Arav, not his real name, was waking up to an unwelcome fact: He hardly knew the woman he had married just a few years ago.

Arav had lived nearly all of his life in Dubai. He was in his late 20s.

She was from a small village back home in India — a land that Arav had only seen on brief trips to see family.

Shortly before his wedding, he received a few warnings.

“They were like, look, you’re bringing a girl who’s literally been living in a village in India,” Arav recalled being told.

“She has no idea what Dubai is like,” he remembered them saying. “Your lifestyle and what you’re used to is considered an extreme for her.”

Filled with youthful confidence, Arav ignored the advice.

“I never paid heed to that,” he said. “I lived life the way I wanted, the way I always did.” And the way he lived was, by his own reckoning, lavish.

Once married, with his bride settled in Dubai, the two soon started to settle into comfortable — and costly — habits.

“We’d go party a lot, travel a lot, have new experiences, buy something new,” he recalled.

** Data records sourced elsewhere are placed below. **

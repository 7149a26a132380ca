/* The Theta routes of int_{g,n} (Theta-linear integrands; the router splits off the rest): each
   term Theta * R becomes <Theta | ...>_g numbers by the pushforward on the Virasoro table
   (src/engines/theta/theta_kappa.c); the check recomputes every monomial by the time shift on the KdV
   table (src/engines/theta/theta_shift.c). */
#include <stdio.h>

#include "classes/cpoly.h"
#include "correlators/pushforward.h"
#include "diag.h"
#include "route.h"
#include "theta_lang.h"
#include "verify_account.h"

/* Largest kappa degree whose time shift the check runs (p(40) = 37338 partitions, each with a
   polynomial product); larger monomials keep the pushforward's value, counted as unchecked. */
#define THETA_ROUTE_SHIFT_MAX 40

typedef struct {
    interp *I;
    fmpq_mpoly_struct *acc;      /* the integral so far */
    slong g;
    int rc;
    slong monomials;             /* monomials of degree g-1 visited */
    route_check *check;          /* NULL: the pushforward; else the time shift, counting its reach */
} theta_run;

/* v = int Theta psi^d kappa^kmult by the time shift; WK_LIMIT when out of its reach (counted). */
static int theta_route_shift(fmpq_t v, theta_run *R, const slong *psi, slong n, const slong *kmult, slong kmax)
{
    slong deg = 0;
    for (slong j = 1; j <= kmax; j++)
        deg += j * kmult[j];
    const char *why = "the Theta time shift runs up to kappa degree 40";
    int rc = WK_LIMIT;
    if (deg <= THETA_ROUTE_SHIFT_MAX) {
        theta_table *K = theta_lang_table(R->I, THETA_ROUTE_KDV);
        rc = K ? theta_kappa_shift(v, K, R->g, psi, n, kmult, kmax) : WK_LIMIT;
        why = "the Theta time shift's table reached its limit";
    }
    if (rc == WK_OK) {
        R->check->checked++;
        verify_checked(R->I, VERIFY_MONOMIAL, 1);
    } else if (rc == WK_LIMIT) {
        R->check->unchecked++;
        verify_unchecked(R->I, NULL, VERIFY_MONOMIAL, 1, why);
    }
    return rc;
}

/* One monomial c * psi^d kappa^kmult of R: acc += c * int Theta psi^d kappa^kmult, by the time
   shift when checking (out of its reach, and otherwise, by the pushforward). */
static int theta_run_term(void *data, const slong *psi, slong n, const slong *kmult, slong kmax,
                          const fmpq_mpoly_t coeff)
{
    theta_run *R = data;
    interp *I = R->I;
    R->monomials++;
    fmpq_t v;
    fmpq_init(v);
    int rc = R->check ? theta_route_shift(v, R, psi, n, kmult, kmax) : WK_LIMIT;
    if (rc == WK_LIMIT) {
        theta_table *T = theta_lang_table(I, THETA_ROUTE_VIRASORO);
        slong maxt = I->lim.max_terms > 1e18 ? 0 : (slong)I->lim.max_terms;
        rc = T ? theta_kappa_pushforward(v, T, R->g, psi, n, kmult, kmax, maxt) : WK_LIMIT;
    }
    if (rc == WK_OK) {
        fmpq_mpoly_t t;
        fmpq_mpoly_init(t, I->ring.ctx);
        fmpq_mpoly_scalar_mul_fmpq(t, coeff, v, I->ring.ctx);
        fmpq_mpoly_add(R->acc, R->acc, t, I->ring.ctx);
        fmpq_mpoly_clear(t, I->ring.ctx);
    }
    fmpq_clear(v);
    R->rc = rc;
    return rc;
}

/* Adds the multiset partitions of one monomial's kappa factors (its number of Theta correlator
   terms, the count of src/engines/correlators/pushforward.c) to the double at data. */
static int theta_cost_term(void *data, const slong *psi, slong n, const slong *kmult, slong kmax,
                           const fmpq_mpoly_t coeff)
{
    (void)psi;
    (void)n;
    (void)coeff;
    *(double *)data += kmax > 0 ? pf_estimate_terms(kmult, kmax) : 1.0;
    return 0;
}

/* Refuses, before any work, a term whose reduction has more than --max-terms terms. */
static int theta_cost_ok(interp *I, const node *where, const cpoly *P)
{
    double terms = 0.0;
    cpoly_foreach_top(P, theta_cost_term, &terms);
    if (terms <= I->lim.max_terms)
        return 1;
    diag_error(&where->loc, "this integral reduces to about %.3g Theta correlator terms, above the limit of %.3g "
                            "(raise it with --max-terms N)", terms, I->lim.max_terms);
    return 0;
}

/* What the term walk of one integral shares. */
typedef struct {
    integral *q;
    fmpq_mpoly_struct *acc;
    route_check *check;
    slong monomials;
} theta_walk;

/* acc += int_{Mbar_{g,n}} Theta * rest for one Theta-linear term (only the part of rest of
   degree g-1 counts). Returns 0 after reporting an error. */
static int theta_route_term(void *data, const cx *term, int order, cx *rest)
{
    theta_walk *W = data;
    integral *q = W->q;
    interp *I = q->I;
    if (order != TH_LINEAR) {          /* the router passes Theta-linear terms only */
        theta_report_bad(q->where, term, order);
        return 0;
    }
    cpoly P;
    cpoly_init_degree(&P, q->g, q->n, q->g - 1, I->lim.max_class_terms, I->ring.ctx);
    int ok = theta_expand_rest(&P, q->where, rest) && theta_cost_ok(I, q->where, &P);
    if (ok) {
        theta_run R = {I, W->acc, q->g, WK_OK, 0, W->check};
        cpoly_foreach_top(&P, theta_run_term, &R);
        W->monomials += R.monomials;
        ok = R.rc == WK_OK;
        if (!ok)
            theta_lang_report(I, q->where, R.rc);
    }
    cpoly_clear(&P);
    return ok;
}

static int theta_route_applies(integral *q)
{
    return q->family == INTEGRAND_THETA;
}

/* The Theta tables of genus g against the engine's reach and --max-table (the table's entries
   stand for the time: one route, nothing to compare them with yet). */
static void theta_route_estimate(integral *q, route_cost *cost)
{
    if (q->g == 0)
        return;                         /* Theta_{0,n} = 0 */
    cost->seconds = theta_estimate_entries(q->g);
    if (q->g > THETA_MAX_GENUS) {
        snprintf(cost->msg, sizeof cost->msg, "Theta integrals are computed up to genus %d, not %ld",
                 THETA_MAX_GENUS, (long)q->g);
        cost->refusal = "the genus is beyond the Theta engine";
    } else if (cost->seconds > q->I->lim.max_table) {
        snprintf(cost->msg, sizeof cost->msg, "Theta numbers of genus %ld need about %.3g table entries, above the "
                 "limit of %.3g (raise it with --max-table N)", (long)q->g, cost->seconds, q->I->lim.max_table);
        cost->refusal = "the Theta table estimate is above --max-table";
    }
}

/* Every Theta-linear term by the pushforward (check NULL) or by the time shift (check). */
static value *theta_route_walk(integral *q, route_check *check)
{
    value *r = value_new_num(&q->I->ring);
    theta_walk W = {q, r->num, check, 0};
    if (q->g > 0 && !theta_each_term(q->integrand->cls, theta_route_term, &W)) {
        value_release(r);
        return NULL;
    }
    int why = q->theta_why | (q->g == 0 ? THETA_ZERO_GENUS0 : W.monomials > 0 ? THETA_ZERO_NOT : THETA_ZERO_DEGREE);
    if (!(why & THETA_ZERO_NOT))
        theta_warn_zero(q->I, q->where, q->g, q->n, why);
    return r;
}

static value *theta_route_pushforward(integral *q, route_check *check)
{
    (void)check;   /* no limit below its estimate: as a check it runs in full */
    return theta_route_walk(q, NULL);
}

static value *theta_route_time_shift(integral *q, route_check *check)
{
    route_check own = {0.0, 0.0, NULL};
    return theta_route_walk(q, check ? check : &own);
}

const route route_theta = {
    "the Theta pushforward", theta_route_applies, theta_route_estimate, theta_route_pushforward,
    &route_theta_shift,
};

const route route_theta_shift = {
    "the Theta time shift", theta_route_applies, theta_route_estimate, theta_route_time_shift, NULL,
};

Backed with a good salary from his job at a western multinational, spending wasn’t hard.

After a couple of years, things started to sour.

At times, when they would bump into Arav’s women college friends around town, his wife would be bitten by jealousy. Threats rolled in.

“I can find a thousand guys here who want me,” she would warn.

Having a child together seemed only to make things worse. One day, his wife upped sticks and moved back to India. He hasn’t heard from her since.

Looking back, Arav believes that his marriage suffered from plenty of other issues that many couples have to work out — or split up.

But one thought — or doubt — continues to stick in his mind: Did his generous lifestyle and the glamour of his job become an obstacle in their marriage?